Molly Giles’ 2024 memoir, Lifespan or the novel The Swan Book published in 2013 by Alexis Wright? The first is a perfectly wrought, very moving series of flash pieces of a life experienced above, under, around, and on the Golden Gate Bridge. The second is a wildly inventive, messy novel about the love of Australian black swans by a rebellious woman abducted from a swamp to be the wife of the Australian president. I won’t choose.

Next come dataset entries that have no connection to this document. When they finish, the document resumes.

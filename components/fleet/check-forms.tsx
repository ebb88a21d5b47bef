import { useCallback, useRef, useState } from 'react';
import { StyleSheet, View } from 'react-native';
import { Button } from '@/components/ui/button';
import { Card } from '@/components/ui/card';
import { Select } from '@/components/ui/select';
import { Notice } from '@/components/ui/states';
import { Heading, Text } from '@/components/ui/text';
import { TextField } from '@/components/ui/text-field';
import { spacing } from '@/components/theme/tokens';
import { formatKm } from '@/components/assets/asset-words';
import { fieldErrors } from '@/hooks/api/api-client';
import { randomId } from '@/hooks/api/ids';
import { refusalReasons, useCheckInMutation, useCheckOutMutation } from '@/hooks/queries/fleet';
import { FINDING_SEVERITIES, FINDING_SEVERITY_LABELS, type FindingSeverity } from '@/shared/schemas/finding-enums';
import type { Assignment, RefusalReason } from '@/shared/schemas/fleet';
import { fleetErrorMessage, REFUSAL_TITLES } from './fleet-words';
import { WalkAroundPhotos } from './walk-around-photos';

type Errors = Partial<Record<'odometerKm' | 'chargePercent' | 'notes' | 'damageNotes' | 'photoIds', string>>;

/** A number typed on a phone: digits with a point or a comma; null when it is not one. */
export function readNumber(text: string): number | null {
  const clean = text.trim().replace(/\s/g, '').replace(',', '.');
  if (!/^\d+(\.\d+)?$/.test(clean)) return null;
  return Number(clean);
}

function checkNumbers(odometer: string, charge: string): Errors {
  const out: Errors = {};
  const km = readNumber(odometer);
  const pct = readNumber(charge);
  if (km === null) out.odometerKm = 'Enter the odometer reading in kilometres, for example 12480.';
  if (pct === null || pct > 100) out.chargePercent = 'Enter the charge as a percentage from 0 to 100.';
  return out;
}

function serverErrors(error: unknown): Errors {
  const fields = fieldErrors(error);
  return { odometerKm: fields.odometerKm, chargePercent: fields.chargePercent, notes: fields.notes, damageNotes: fields.damageNotes, photoIds: fields.photoIds };
}

/** A refusal at check-out (the vehicle lost its clearance, a licence ran out ...): every reason in words. */
function RefusedAtCheck({ reasons }: { reasons: RefusalReason[] }) {
  return (
    <View accessibilityRole="alert" style={styles.refused} testID="check-refusal">
      <Notice message="This vehicle cannot be taken now:" />
      {reasons.map((r, i) => (
        <Text key={`${r.code}-${i}`}>
          {REFUSAL_TITLES[r.code]}: {r.message}
        </Text>
      ))}
    </View>
  );
}

function useKeyFor() {
  const last = useRef<{ body: string; key: string } | null>(null);
  return (body: unknown) => {
    const text = JSON.stringify(body);
    if (last.current?.body !== text) last.current = { body: text, key: randomId() };
    return last.current.key;
  };
}

/** The driver takes the vehicle: odometer (filled with the last reading), charge, photos, notes. */
export function CheckOutForm({ assignment, onDone }: { assignment: Assignment; onDone: (message: string) => void }) {
  const [odometer, setOdometer] = useState(String(assignment.vehicle.odometerKm));
  const [charge, setCharge] = useState('');
  const [notes, setNotes] = useState('');
  const [photos, setPhotos] = useState<{ photoIds: string[]; busy: boolean }>({ photoIds: [], busy: false });
  const [errors, setErrors] = useState<Errors>({});
  const [failure, setFailure] = useState<string | null>(null);
  const [reasons, setReasons] = useState<RefusalReason[] | null>(null);
  const checkOut = useCheckOutMutation(assignment.id);
  const keyFor = useKeyFor();
  const onPhotos = useCallback((state: { photoIds: string[]; busy: boolean }) => setPhotos(state), []);

  const submit = () => {
    setFailure(null);
    setReasons(null);
    const found = checkNumbers(odometer, charge);
    setErrors(found);
    if (Object.keys(found).length) return;
    const body = { odometerKm: readNumber(odometer) ?? 0, chargePercent: readNumber(charge) ?? 0, notes: notes.trim(), photoIds: photos.photoIds };
    checkOut.mutate(
      { ...body, idempotencyKey: keyFor(body) },
      {
        onSuccess: () => onDone('Checked out. Check the vehicle in here when you bring it back.'),
        onError: (error) => {
          const refused = refusalReasons(error);
          if (refused) return setReasons(refused);
          const fields = serverErrors(error);
          setErrors(fields);
          if (!Object.values(fields).some(Boolean)) setFailure(fleetErrorMessage(error));
        },
      },
    );
  };

  return (
    <Card testID="checkout-form">
      <Heading level={2} variant="heading">
        Check out
      </Heading>
      <Text tone="muted">Walk around the vehicle, read the odometer and the charge, then check it out.</Text>
      <View style={styles.numbers}>
        <View style={styles.number}>
          <TextField
            label="Odometer (km)"
            value={odometer}
            onChangeText={setOdometer}
            inputMode="decimal"
            keyboardType="decimal-pad"
            error={errors.odometerKm}
            hint={`Last reading: ${formatKm(assignment.vehicle.odometerKm)}.`}
            testID="checkout-odometer"
          />
        </View>
        <View style={styles.number}>
          <TextField label="Charge (%)" value={charge} onChangeText={setCharge} inputMode="decimal" keyboardType="decimal-pad" placeholder="0 to 100" error={errors.chargePercent} testID="checkout-charge" />
        </View>
      </View>
      <WalkAroundPhotos assetId={assignment.assetId} onChange={onPhotos} testID="checkout" />
      {errors.photoIds ? <Notice message={errors.photoIds} /> : null}
      <TextField label="Notes (optional)" value={notes} onChangeText={setNotes} multiline placeholder="Anything the next person should know" error={errors.notes} testID="checkout-notes" />
      {reasons ? <RefusedAtCheck reasons={reasons} /> : null}
      {failure ? <Notice message={failure} testID="checkout-error" /> : null}
      <Button
        label={photos.busy ? 'Waiting for the photos…' : 'Check out'}
        icon="check"
        fullWidth
        loading={checkOut.isPending}
        disabled={photos.busy}
        onPress={submit}
        testID="checkout-submit"
      />
    </Card>
  );
}

/** The vehicle comes back: odometer (never below the check-out reading), charge, photos, notes and damage. */
export function CheckInForm({ assignment, onDone }: { assignment: Assignment; onDone: (message: string) => void }) {
  const [odometer, setOdometer] = useState('');
  const [charge, setCharge] = useState('');
  const [notes, setNotes] = useState('');
  const [damage, setDamage] = useState('');
  const [severity, setSeverity] = useState<FindingSeverity>('major');
  const [photos, setPhotos] = useState<{ photoIds: string[]; busy: boolean }>({ photoIds: [], busy: false });
  const [errors, setErrors] = useState<Errors>({});
  const [failure, setFailure] = useState<string | null>(null);
  const checkIn = useCheckInMutation(assignment.id);
  const keyFor = useKeyFor();
  const onPhotos = useCallback((state: { photoIds: string[]; busy: boolean }) => setPhotos(state), []);
  const outKm = assignment.checkout?.odometerKm;

  const submit = () => {
    setFailure(null);
    const found = checkNumbers(odometer, charge);
    setErrors(found);
    if (Object.keys(found).length) return;
    const damageNotes = damage.trim();
    const body = {
      odometerKm: readNumber(odometer) ?? 0,
      chargePercent: readNumber(charge) ?? 0,
      notes: notes.trim(),
      damageNotes,
      ...(damageNotes ? { damageSeverity: severity } : {}),
      photoIds: photos.photoIds,
    };
    checkIn.mutate(
      { ...body, idempotencyKey: keyFor(body) },
      {
        onSuccess: (saved) => {
          const driven = saved.checkin && saved.checkout ? Math.max(0, saved.checkin.odometerKm - saved.checkout.odometerKm) : null;
          onDone(`Checked in${driven !== null ? `: ${formatKm(driven)} driven` : ''}. Thank you.`);
        },
        onError: (error) => {
          const fields = serverErrors(error);
          setErrors(fields);
          if (!Object.values(fields).some(Boolean)) setFailure(fleetErrorMessage(error));
        },
      },
    );
  };

  return (
    <Card testID="checkin-form">
      <Heading level={2} variant="heading">
        Check in
      </Heading>
      <Text tone="muted">Read the odometer and the charge, photograph any damage, then check the vehicle in.</Text>
      <View style={styles.numbers}>
        <View style={styles.number}>
          <TextField
            label="Odometer (km)"
            value={odometer}
            onChangeText={setOdometer}
            inputMode="decimal"
            keyboardType="decimal-pad"
            placeholder={outKm !== undefined ? String(outKm) : undefined}
            error={errors.odometerKm}
            hint={outKm !== undefined ? `At check-out: ${formatKm(outKm)}.` : undefined}
            testID="checkin-odometer"
          />
        </View>
        <View style={styles.number}>
          <TextField label="Charge (%)" value={charge} onChangeText={setCharge} inputMode="decimal" keyboardType="decimal-pad" placeholder="0 to 100" error={errors.chargePercent} testID="checkin-charge" />
        </View>
      </View>
      <WalkAroundPhotos assetId={assignment.assetId} onChange={onPhotos} testID="checkin" />
      {errors.photoIds ? <Notice message={errors.photoIds} /> : null}
      <TextField
        label="Damage (optional)"
        value={damage}
        onChangeText={setDamage}
        multiline
        placeholder="What is damaged and where"
        error={errors.damageNotes}
        hint="Anything written here becomes a finding on the vehicle."
        testID="checkin-damage"
      />
      {damage.trim() ? (
        <Select
          label="How serious is the damage?"
          options={FINDING_SEVERITIES.map((s) => ({ value: s, label: FINDING_SEVERITY_LABELS[s] }))}
          value={severity}
          onChange={setSeverity}
          hint={severity === 'safety' ? 'Safety: the vehicle may not be driven until the finding is resolved.' : undefined}
          testID="checkin-severity"
        />
      ) : null}
      <TextField label="Notes (optional)" value={notes} onChangeText={setNotes} multiline placeholder="Route, fuel card, anything else" error={errors.notes} testID="checkin-notes" />
      {failure ? <Notice message={failure} testID="checkin-error" /> : null}
      <Button
        label={photos.busy ? 'Waiting for the photos…' : 'Check in'}
        icon="check"
        fullWidth
        loading={checkIn.isPending}
        disabled={photos.busy}
        onPress={submit}
        testID="checkin-submit"
      />
    </Card>
  );
}

const styles = StyleSheet.create({
  numbers: {
    flexDirection: 'row',
    flexWrap: 'wrap',
    gap: spacing.md,
  },
  number: {
    flexGrow: 1,
    flexBasis: 140,
    minWidth: 0,
  },
  refused: {
    gap: spacing.xs,
  },
});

Giles’ witty and witless voice in Lifespan celebrates each of its brief but gripping narrative sections, from ludicrous encounters with wicked hyper-articulate parents, to equally challenging teenage children, to bad matrimonial choices. She faces alcoholism and we don’t blame her; she’s without a shred of emotional support. Unsentimental in the extreme, the book is a delight. Don’t do it! the reader admonishes, fully aware her own biography would never stand up to such pitiless scrutiny. Examined as daughter, wife, mother, and grandmother through the abiding lens of a determined writer, writing is the one constant. She’s so articulate about the demonic urge to write—“I just want to be able to say what I don’t yet know how to say in a way that says it so well even I understand it”—and fully cognizant that writing is what electrifies a memoir, not the events of a life. “I like the way his big hands look on the steering wheel and I like the way he sings to himself underneath the chatter of the radio,” she describes her father when she’s three, before later painful revelations set in: “The parents in my novel were cruel to their children, two-faced to their friends, casually hateful to each other. They were the parents I knew.” The Golden Gate Bridge links everything, even the consoling late relationship setting sail into the sunset below the bridge. Most memoirs are: Read it and sleep. This one will keep you up.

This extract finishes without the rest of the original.